Our desire for life to be dramatic can lead us to merge real-life stories such as the death of Gareth Williams into fiction

Henry Porter | The Observer | May 6, 2012

The obvious, though almost entirely forgotten, truth about the deaths of the SIS cryptanalyst Gareth Williams and the British businessman Neil Heywood is that they were loved by their families and friends and this grief is no less than any of us would suffer.

But this barely registers when the public scents a real-life thriller – the appetite for intrigue and mystery quickly trumps any respect for the bereaved as we marvel at the artfulness of fate. Either the news is becoming more like thrillers or thriller writers are people of exceptional prescience who have somehow fracked the drama out of modern times with new precision.

In the Williams and Heywood deaths, it's really striking how they comply with the laws of mystery writing and, without changing a single detail, these exact circumstances could easily have been written into serviceable fiction.

In the Heywood murder, we have a police chief who takes refuge in the American consulate after alleging the murder; Heywood's main patron, an ambitious Maoist governor, destined for the top; and his wife, who is alleged to have had an affair with Heywood and who is also known to have imported hot air balloons from Somerset, as a means to conceal the illegal transfer of cash from China.

Like the Williams case, where the brilliant young victim was found locked into a red holdall, it is all too bizarre, much richer and more extravagant than most mystery writers have the capacity to imagine.

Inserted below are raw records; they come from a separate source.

def bootstrap_ranked(held, fits, short, screening, priors, fm, config, has_lag,
                     transit_blocks=None):
    """Confidence intervals of weights and scores, and how often terms are selected.

    Parameters
    ----------
    held : HeldOut
        Blocks of the held-out pass (per state and fold).
    fits : list of Fit
    short : Shortlist
    screening : Screening
    priors : ndarray
    fm : FoldMoments
    config : SuggestConfig
    has_lag : bool
    transit_blocks : list of list of list of LaggedMoments, optional
        The crossing runs' standardized sub-blocks ``[run][fold][block]``
        (:meth:`~cvdesign.pipeline.transitions.TransitionData.standardized_blocks`).
        When the objective ranks on them (``fm.slowness == "transitions"``), the
        refits resample them within each (run, fold) in the same replicates as the
        states' blocks, so the held-out scores' intervals and the selection
        frequencies carry their noise; a (run, fold) with a single sub-block stays
        fixed.

    Returns
    -------
    dict or None
        ``combos``: per ranked CV, intervals of its weights, Fisher ratio,
        autocorrelation and held-out scores, its terms' selection frequencies;
        None when a state has fewer than two blocks.
    """
    blocks, where = held.blocks, held.where
    short = short.members
    groups = screening.groups
    search = config.search
    max_terms, min_gain, n_seeds = config.max_terms, config.min_gain, config.n_seeds
    n_bootstrap, seed = config.n_bootstrap, config.seed
    n_states, n_folds = fm.n_states, fm.n_folds
    per_state = [[b for k in range(n_folds) for b in blocks.get((s, k), [])]
                 for s in range(n_states)]
    if any(len(g) < MIN_INTERVAL_BLOCKS for g in per_state):
        return None
    p_fits = [(np.array([where[int(i)] for i in f.idx], dtype=np.intp), f.w) for f in fits]
    fold_ws = [f.fold_w for f in fits]
    short_groups = [np.array([where[int(i)] for i in groups[g]], dtype=np.intp) for g in short]

    def stat(merged):
        states = [m[0] for m in merged]
        lag = merge_all([m[1] for m in merged]) if has_lag else None
        within = within_states([m[1] for m in merged]) if has_lag else None
        out = []
        for p_idx, w_ref in p_fits:
            if search["objective"] == "slow":
                w = slow_direction(lag, p_idx)[0]
            else:
                w = fit_direction(states, p_idx, priors, search["shrinkage"],
                                  method=search["method"])
            if w @ w_ref < 0:
                w = -w
            if search["objective"] == "slow":
                w = kinetic_map_scale(w, lag, p_idx)
            means, covs = state_arrays(states, p_idx)
            out.extend(w.tolist())
            out.append(rayleigh_quotient(w, means, covs, priors))
            out.append(autocorrelation_along(w, lag, p_idx) if has_lag else np.nan)
            out.append(autocorrelation_along(w, within, p_idx) if has_lag else np.nan)
        return np.array(out)

    res = block_bootstrap(per_state, stat, n_boot=n_bootstrap, seed=seed, label="bootstrap")
    # each value's range: a weight in [-1, 1] (the discriminant directions have unit length;
    # a 'slow' direction is scaled by the kinetic map: any), a Fisher ratio >= 0,
    # autocorrelations in [-1, 1]
    weight = 1.0 if search["objective"] != "slow" else np.inf
    bounds = np.concatenate([[[-weight, weight]] * p_idx.size + [[0.0, np.inf]] +
                             [[-1.0, 1.0]] * 2 for p_idx, _ in p_fits]) if p_fits else \
        np.zeros((0, 2))
    low, high = hull_interval(res.estimate, res.low, res.high,
                              bounds=(bounds[:, 0], bounds[:, 1]))
    out = {"combos": []}
    pos = 0
    for p_idx, _ in p_fits:
        n = p_idx.size
        out["combos"].append({
            "weights_ci": [[_finite(a), _finite(b)] for a, b in
                           zip(low[pos:pos + n], high[pos:pos + n])],
            "fisher_ratio_ci": [_finite(low[pos + n]), _finite(high[pos + n])],
            "autocorrelation_ci": ([_finite(low[pos + n + 1]),
                                    _finite(high[pos + n + 1])] if has_lag else None),
            "autocorrelation_within_states_ci": ([_finite(low[pos + n + 2]),
                                                  _finite(high[pos + n + 2])]
                                                 if has_lag else None),
        })
        pos += n + 3
    # How often each term of each ranked CV is kept when the whole search is rerun on a
    # bootstrap resample of the folds: in each refit, the CV's counterpart is the refit's
    # ranked combination sharing the most descriptors with it (ties: the better ranked),
    # and a term counts as selected when the counterpart holds it. The refits run the
    # main search (same seeds, objective and rule) over the terms of the ranked
    # combinations and the best SELECTION_POOL representatives, which bounds the cost.
    per_fold = [blocks.get((s, k), []) for s in range(n_states) for k in range(n_folds)]
    # blocks are resampled within each state and fold: a state and fold with a single
    # block would give every refit the same data (selection 100 %, intervals of zero
    # width), so the refits need at least two blocks in each
    if any(len(g) < 2 for g in per_fold):
        out["selection_skipped"] = (
            "no selection frequencies and no intervals for the held-out scores: some state "
            "has a single bootstrap block in a held-out fold (runs too short for the "
            f"blocks of {held.block_desc}), so refits of the search on resampled folds "
            "would all see the same data; give more or longer runs per state")
    else:
        in_ranked = {short.index(g) for f in fits for g in f.gidx}
        cand = sorted(in_ranked | set(range(min(SELECTION_POOL, len(short)))))
        cand_groups = [short_groups[j] for j in cand]
        cpos = {j: c for c, j in enumerate(cand)}
        ranked_sets = [[cpos[short.index(g)] for g in f.gidx] for f in fits]
        n_terms_all = sum(len(m) for m in ranked_sets)

        # the crossing runs' pairs (transition slowness) in the blocks' columns; when they
        # rank, their sub-blocks are resampled within each (run, fold) in the same replicates
        cols = np.empty(len(where), dtype=np.intp)
        for i, p in where.items():
            cols[p] = i
        transit = None if fm.transitions is None else [[m.subset(cols) for m in row]
                                                       for row in fm.transitions]
        t_keys, t_groups = [], []
        if transit is not None and transit_blocks is not None and fm.slowness == "transitions":
            for r, row in enumerate(transit_blocks):
                for k, sub in enumerate(row):
                    if len(sub) >= 2:
                        t_keys.append((r, k))
                        t_groups.append([m.subset(cols) for m in sub])
        out["transitions_resampled"] = bool(t_keys)

        def select(merged):
            grid = [[merged[s * n_folds + k][0] for k in range(n_folds)] for s in range(n_states)]
            lag = ([[merged[s * n_folds + k][1] for k in range(n_folds)]
                    for s in range(n_states)] if has_lag else None)
            boot_transit = transit
            if t_keys:
                boot_transit = [list(row) for row in transit]
                for (r, k), m in zip(t_keys, merged[len(per_fold):]):
                    boot_transit[r][k] = m
            boot_fm = FoldMoments(grid, priors, lag, boot_transit,
                                  rank_transitions=fm.rank_transitions)
            combos = greedy_search(boot_fm, cand_groups, max_terms=max_terms, n_seeds=n_seeds,
                                   min_gain=min_gain, **search)
            refit = [frozenset(c.members) for c in rank_combinations(combos, limit=len(fits))]
            hit = np.zeros(n_terms_all + len(fits))
            pos = 0
            for ci, members in enumerate(ranked_sets):
                mine = frozenset(members)
                twin = max(refit, key=lambda r: (len(r & mine), -refit.index(r)))
                hit[pos:pos + len(members)] = [m in twin for m in members]
                hit[n_terms_all + ci] = twin == mine
                pos += len(members)
            # held-out scores of the ranked combinations on the resampled folds (refitted),
            # and their held-out overlap and autocorrelation along the fold directions
            held = []
            counts = np.array([[merged[s * n_folds + k][2]["h"] for s in range(n_states)]
                               for k in range(n_folds)])
            overlap = heldout_overlap(counts)
            ranked_idx = [p_idx for p_idx, _ in p_fits]
            scores = heldout_scores(boot_fm, ranked_idx, **search)
            if search["objective"] == "separate":
                fisher = [v[0] for v in scores]
            elif search["objective"] == "both":  # the CV's direction is the discriminant
                fisher = [v[0] for v in heldout_scores(
                    boot_fm, ranked_idx, objective="separate", method=search["method"],
                    shrinkage=search["shrinkage"])]
            else:  # 'slow': along the TICA directions refitted without each fold
                fisher = [heldout_fisher_along(boot_fm, p_idx, [
                    cv_direction(boot_fm, p_idx, objective="slow", fold=k)
                    for k in range(n_folds)])[0] for p_idx in ranked_idx]
            for ci, (p_idx, _) in enumerate(p_fits):
                held.append(scores[ci][0])
                held.append(fisher[ci])
                held.append(overlap[ci])
                for along in (boot_fm.lagged_test, boot_fm.within_test):
                    held.append(heldout_autocorrelation(boot_fm, p_idx, fold_ws[ci], along)
                                if has_lag else np.nan)
            return np.concatenate([hit, held])

        n_sel = min(n_bootstrap, SELECTION_REPLICATES)
        n_hit = n_terms_all + len(fits)
        sel = block_bootstrap(per_fold + t_groups, select, n_boot=n_sel, seed=seed + 1,
                              label="bootstrap refits")
        ok = np.isfinite(sel.replicates[:, :n_hit]).all(axis=1)
        freq = sel.replicates[ok, :n_hit].mean(axis=0) if ok.any() else np.full(n_hit, np.nan)
        # held-out score (a Fisher ratio >= 0 for 'separate', in [0, 1] for 'both', a VAMP-2
        # score less its constant part for 'slow', at most 1), Fisher ratio, overlap and two
        # autocorrelations per ranked CV
        score_lo, score_hi = {"separate": (0.0, np.inf), "both": (0.0, 1.0)}.get(
            search["objective"], (-np.inf, 1.0))
        low, high = hull_interval(
            sel.estimate[n_hit:], *percentile_interval(sel.replicates[ok, n_hit:]),
            bounds=(np.tile([score_lo, 0.0, 0.0, -1.0, -1.0], len(fits)),
                    np.tile([score_hi, np.inf, 1.0, 1.0, 1.0], len(fits))))
        pos = 0
        for i, c in enumerate(out["combos"]):
            keys = ("heldout_score_ci", "heldout_fisher_ratio_ci", "heldout_overlap_ci",
                    "heldout_autocorrelation_ci", "heldout_autocorrelation_within_states_ci")
            for j, key in enumerate(keys):
                c[key] = [_finite(low[len(keys) * i + j]), _finite(high[len(keys) * i + j])]
            if not has_lag:
                c["heldout_autocorrelation_ci"] = None
                c["heldout_autocorrelation_within_states_ci"] = None
            n = len(ranked_sets[i])
            c["selection"] = [_finite(v) for v in freq[pos:pos + n]]
            c["reproduced"] = _finite(freq[n_terms_all + i])
            pos += n
        out["n_selection"] = int(ok.sum())
    return out
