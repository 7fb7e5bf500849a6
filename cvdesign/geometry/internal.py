"""Reference geometry on coordinate arrays: values and analytic gradients of descriptors.

Everything here is plain numpy in float64, vectorized over frames: slow
enough to be obviously right, fast enough for evaluating a spec or checking a
simulation engine frame by frame. Coordinates are in nm, angles in rad.

Kinds: :func:`distances`, :func:`angles`, :func:`dihedrals` (one value per
index tuple), :func:`center_distance` (distance between the centers of two
groups) and :func:`coordination` (a sum of :func:`switching_function` over
the atom pairs of two groups).

Periodic boxes are given either as orthorhombic edge lengths or as box
vectors (rows), and the minimum image is exact for any non-singular box (see
:func:`minimum_image`).

Gradients
---------
Every function takes ``gradient=False``; with ``gradient=True`` it returns
``(values, gradient)``, the gradient with respect to the positions of the
atoms involved only:

- tuple kinds: shape (n_frames, n_items, n_atoms_per_item, 3), entry
  ``[f, i, a]`` for atom ``indices[i][a]``;
- group kinds (one item per call): shape (n_frames, n_a + n_b, 3), row k for
  atom ``concatenate([group_a, group_b])[k]``.

With a box the gradient is taken with respect to the minimum images used
(the image shift is constant where it does not change), which is what an
engine applies. Where a quantity is not differentiable or its direction is
undefined (coincident atoms, collinear angle or dihedral atoms) the gradient
is set to 0 and a :class:`GeometryWarning` says where; values stay finite.

Layout
------
Tuple kinds work in two steps: :func:`_bond_vectors` gathers the atoms of
every index tuple and forms the minimum-image bond vectors
``b_j = x[j + 1] - x[j]`` once; a small ``_*_from_bonds`` function turns those
vectors into values and, on request, gradients with respect to the bonds,
chained back to the atoms with ``d b_j / d x[j + 1] = +1``,
``d b_j / d x[j] = -1``.
"""

import itertools
import math
import warnings

import numpy as np

from ..errors import InputError

__all__ = [
    "GeometryWarning",
    "minimum_image",
    "distances",
    "angles",
    "dihedrals",
    "group_centers",
    "center_displacement",
    "whole_groups",
    "box_heights",
    "defines_orientation",
    "kabsch_rotation",
    "center_distance",
    "coordination",
    "coordination_pairs",
    "switching_function",
    "MAX_SWITCH_EXPONENT",
]

# An arm shorter than this (nm) counts as two coincident atoms.
_TINY_LENGTH = 1e-9
# Three atoms count as collinear when the sine of their bond angle is below this.
_TINY_SINE = 1e-9
# The widest image search a skewed box may ask for, in images per axis.
_MAX_IMAGE_RANGE = 20


class GeometryWarning(UserWarning):
    """A geometric quantity is undefined for some frames and was given a fixed value.

    Raised through :func:`warnings.warn` by :func:`angles` (an arm of zero
    length) and :func:`dihedrals` (three consecutive atoms collinear or two
    coincident). The returned values stay finite; the warning says which
    value was substituted and where.

    Examples
    --------
    >>> import warnings
    >>> xyz = np.zeros((1, 3, 3))
    >>> with warnings.catch_warnings(record=True) as caught:
    ...     warnings.simplefilter("always")
    ...     value = angles(xyz, [[0, 1, 2]])
    >>> caught[0].category.__name__, float(value[0, 0]) == np.pi / 2
    ('GeometryWarning', True)
    """


# --------------------------------------------------------------------------
# periodic boxes


def _parse_box(box, n_frames, name="box"):
    """Validate `box`; return ``(None, None)``, ``("ortho", L)`` or ``("vectors", B)``.

    ``L`` has shape (n, 3) and ``B`` shape (n, 3, 3), float64, where n is 1
    (one box for every frame) or `n_frames`. `n_frames` is None when the
    caller's array has no frame axis.
    """
    if box is None:
        return None, None
    try:
        arr = np.asarray(box, dtype=np.float64)
    except (TypeError, ValueError) as exc:
        raise InputError(
            f"{name} must be a numeric array of box lengths or box vectors in nm; "
            f"could not convert it ({exc})"
        ) from None
    shape = arr.shape
    if shape == (3,):
        kind, arr = "ortho", arr[None, :]
    elif shape == (3, 3):
        upper = arr[np.triu_indices(3, 1)]
        if n_frames == 3 and np.any(upper != 0):
            raise InputError(
                f"{name} of shape (3, 3) is ambiguous for 3 frames: it could be box "
                "vectors (rows) or per-frame orthorhombic lengths; pass box vectors "
                "with a frame axis, shape (3, 3, 3), or lengths as box vectors with "
                "np.eye(3) * lengths[:, None, :]"
            )
        kind, arr = "vectors", arr[None, :, :]
    elif arr.ndim == 2 and shape[1] == 3:
        kind = "ortho"
    elif arr.ndim == 3 and shape[1:] == (3, 3):
        kind = "vectors"
    else:
        raise InputError(
            f"{name} has shape {shape}; expected orthorhombic lengths (3,) or "
            "(n_frames, 3), or box vectors as rows (3, 3) or (n_frames, 3, 3), in nm"
        )
    per_frame = len(shape) == 3 or (len(shape) == 2 and shape != (3, 3))
    if per_frame and (n_frames is None or arr.shape[0] != n_frames):
        have = "no frame axis" if n_frames is None else f"{n_frames} frames"
        raise InputError(
            f"{name} has {arr.shape[0]} frames (shape {shape}) but the coordinates "
            f"have {have}; give one box per frame, or a single box of shape (3,) or (3, 3)"
        )
    if not np.all(np.isfinite(arr)):
        frame = int(np.argwhere(~np.isfinite(arr))[0, 0])
        raise InputError(f"{name} contains NaN or infinity (frame {frame}); give finite box sizes in nm")
    if kind == "vectors":
        off_diagonal = arr.copy()
        off_diagonal[:, [0, 1, 2], [0, 1, 2]] = 0.0
        if not np.any(off_diagonal):
            kind, arr = "ortho", np.abs(arr[:, [0, 1, 2], [0, 1, 2]])
    if kind == "ortho":
        if np.any(arr <= 0):
            frame = int(np.argwhere(arr <= 0)[0, 0])
            raise InputError(
                f"{name} has a box length <= 0 in frame {frame} ({arr[frame].tolist()} nm); "
                "box lengths must be positive"
            )
        return kind, arr
    det = np.abs(np.linalg.det(arr))
    scale = np.prod(np.linalg.norm(arr, axis=2), axis=1)
    singular = ~(det > 1e-12 * scale)
    if np.any(singular):
        frame = int(np.flatnonzero(singular)[0])
        raise InputError(
            f"{name}: the box vectors of frame {frame} are (nearly) linearly dependent "
            f"({arr[frame].tolist()} nm); give three independent box vectors as rows"
        )
    return kind, arr


def _reduce_box(box_vectors):
    """Shorter box vectors spanning the same lattice, for (n, 3, 3) rows.

    Pairwise reduction: subtract the nearest integer multiple of one vector
    from another while that shortens it, until no pair improves. Every step
    strictly shortens a vector of a discrete lattice, so this terminates; the
    periodic images, and so every minimum image, are unchanged.
    """
    reduced = box_vectors.copy()
    for _ in range(1000):
        changed = False
        for i, j in itertools.permutations(range(3), 2):
            bi, bj = reduced[:, i, :], reduced[:, j, :]
            mu = np.einsum("fk,fk->f", bj, bi) / np.einsum("fk,fk->f", bi, bi)
            k = np.where(np.abs(mu) > 0.5 + 1e-9, np.round(mu), 0.0)
            if np.any(k):
                reduced[:, j, :] = bj - k[:, None] * bi
                changed = True
        if not changed:
            break
    return reduced
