_RANKING_TABLE = (
    [("rank", "int", _value("rank")), ("spec", "text", _value("spec")),
     ("n_terms", "int", _value("n_terms")), ("objective", "text", _value("objective")),
     ("method", "text", _value("method"))]
    + _numbers("heldout_score", "heldout_score_se")
    + _interval("heldout_score", "heldout_score_ci")
    + _numbers("heldout_fisher_ratio", "heldout_fisher_ratio_se")
    + _interval("heldout_fisher_ratio", "heldout_fisher_ratio_ci")
    + _numbers("heldout_overlap") + _interval("heldout_overlap", "heldout_overlap_ci")
    + _numbers("fisher_ratio_all") + _interval("fisher_ratio", "fisher_ratio_ci")
    + _numbers("lag_ps", "heldout_autocorrelation")
    + _interval("heldout_autocorrelation", "heldout_autocorrelation_ci")
    + _numbers("autocorrelation_all") + _interval("autocorrelation", "autocorrelation_ci")
    + _numbers("timescale_ps") + _interval("timescale", "timescale_ci_ps", "_ps")
    + [("timescale_resolved", "flag", _value("timescale_resolved"))]
    + _numbers("heldout_autocorrelation_within_states")
    + _interval("heldout_autocorrelation_within_states",
                "heldout_autocorrelation_within_states_ci")
    + _numbers("autocorrelation_within_states")
    + _interval("autocorrelation_within_states", "autocorrelation_within_states_ci")
    + _numbers("timescale_within_states_ps")
    + _interval("timescale_within_states", "timescale_within_states_ci_ps", "_ps")
    + [("timescale_within_states_resolved", "flag",
        _value("timescale_within_states_resolved"))]
    + [("slowness_ranked_on", "text", _value("slowness_ranked_on"))]
    + _numbers("heldout_autocorrelation_transitions")
    + _interval("heldout_autocorrelation_transitions", "heldout_autocorrelation_transitions_ci")
    + _numbers("autocorrelation_transitions")
    + _interval("autocorrelation_transitions", "autocorrelation_transitions_ci")
    + _numbers("timescale_transitions_ps")
    + _interval("timescale_transitions", "timescale_transitions_ci_ps", "_ps")
    + [("timescale_transitions_resolved", "flag", _value("timescale_transitions_resolved"))]
    + _numbers("integrated_time_ps") + _interval("integrated_time", "integrated_time_ci_ps", "_ps")
    + [("terms", "text", lambda r: "; ".join(_term_name(t) for t in r["terms"])),
       ("weights", "text", lambda r: " ".join(_fmt(t["weight"]) for t in r["terms"])),
       ("weight_ci", "text", lambda r: _per_term(
           [("[" + ",".join(_fmt(v) for v in t["weight_ci"]) + "]") if t.get("weight_ci")
            else None for t in r["terms"]])),
       ("selection_frequency", "text",
        lambda r: _per_term([t.get("selection_frequency") for t in r["terms"]]))]
    + _numbers("reproduced_in_refits")
    + [(f"{which}_{side}", "number", lambda r, k=f"{which}_range", side=side:
        (r.get(k) or {}).get(side)) for which in ("reachable", "observed")
       for side in ("lower", "upper")]
    + [("folded", "flag", lambda r: None if "reachable_range" not in r
        else any(st.get("at_bound") for st in r["states"].values())),
       ("states_at_bound", "text", lambda r: "; ".join(
           f"{name}:{st['at_bound']}" for name, st in r["states"].items()
           if st.get("at_bound")))]
    + [("integrated_time_decayed", "flag", _value("integrated_time_decayed"))]
    + _numbers("frame_spacing_ps")
    + [("integrated_time_state", "text", _value("integrated_time_state"))]
    + _numbers("heldout_fisher_ratio_noise"))

_SCORECARD_TABLE = (
    [("order", "int", None), ("id", "text", _value("id")), ("kind", "text", _value("kind")),
     ("label", "text", _value("label")),
     ("atoms", "text", lambda row: (" / ".join(" ".join(map(str, g)) for g in row["groups"])
                                    if "groups" in row else " ".join(map(str, row["atoms"]))))]
    + [column for name in _CARD_COLUMNS
       for unit in ["_ps" if name == "integrated_time" else ""]
       for column in [(name + unit, "number", _value(name))] + _interval(name, f"{name}_ci", unit)]
    + [("integrated_time_decayed", "flag", _value("integrated_time_decayed")),
       ("screened", "flag", _value("screened")), ("shortlisted", "flag", _value("shortlisted")),
       ("stands_for", "text", lambda row: " ".join(row["stands_for"])),
       ("note", "text", _value("note"))])

_TERM_TABLE = (
    [("rank", "int", _value("rank")), ("spec", "text", _value("spec")),
     ("term", "int", _value("term"))]
    + [(name, "text", _value(name)) for name in ("descriptor", "label", "kind", "transform")]
    + _numbers("weight") + _interval("weight", "weight_ci")
    + _numbers("selection_frequency", "center", "scale"))


def _cells(table, rows):
    """Per row, the list of its raw values in the columns of `table`."""
    for i, row in enumerate(rows, 1):
        yield [i if get is None else get(row) for _, _, get in table]


def _csv_text(table, rows):
    """CSV text of `rows`: numbers to 6 significant digits, flags 1/0, unknown empty."""
    write = {"int": str, "number": _fmt, "flag": _flag, "text": lambda v: v or ""}
    kinds = [write[kind] for _, kind, _ in table]
    buf = io.StringIO()
    w = csv.writer(buf, lineterminator="\n")
    w.writerow([name for name, _, _ in table])
    for cells in _cells(table, rows):
        w.writerow([f(v) for f, v in zip(kinds, cells)])
    return buf.getvalue()


def _frame(pd, table, rows):
    """A DataFrame of `rows` in the columns of `table` (unknown numbers NaN, empty text None)."""
    columns = list(zip(*_cells(table, rows))) or [()] * len(table)
    dtypes = {"int": "int64", "number": "float64", "flag": "boolean", "text": object}
    data = {}
    for (name, kind, _), values in zip(table, columns):
        if kind == "text":
            values = [v or None for v in values]
        elif kind == "number":
            values = [math.nan if v is None else v for v in values]
        data[name] = pd.Series(values, dtype=None if kind == "text" and values else dtypes[kind])
    return pd.DataFrame(data)


def _import_pandas(what):
    """pandas, or a clear error naming it when it is not installed."""
    try:
        import pandas
    except ImportError as exc:
        raise ModuleNotFoundError(
            f"{what} needs pandas, which is not installed: install it with "
            "'pip install pandas' (or 'pip install cvdesign[pandas]')", name="pandas") from exc
    return pandas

Yet conventions are respected. In both stories, there is an unexplained death of a man who is engaged on secret, or at least highly secretive, work and who expires out of context – the old Harrovian Heywood was in China and Williams was killed in an anonymous flat in London, away from his home patch of Cheltenham. We are struck by their isolation and the lonely terror of their final moments, though to dwell on this is far from entertaining.

In both cases, families, colleagues and the authorities were slow to realise what had happened and it took time to establish that Williams and Heywood had in fact been killed. There were different degrees of cover-up in both stories and these suggest hinterlands of corruption and intrigue in Chinese and British authorities. We have no idea why these two apparently blameless individuals were murdered, exactly how they met their deaths or what was – or still is – at stake. In fiction, the whole thing would be wrapped up in under 500 pages by a heroically flawed, and therefore lovable, protagonist, who solves the murder and, by the by, exposes the conspiracy.

Here, the real world and fiction part company, because in neither case is there likely to be a completely satisfactory solution. Gareth Williams and Neil Heywood will be memorialised in headlines about the manner of their deaths (Spy in the Bag, Death in a Hotel Room), not by loving epitaphs. Life is rarely as neat or as just as fiction.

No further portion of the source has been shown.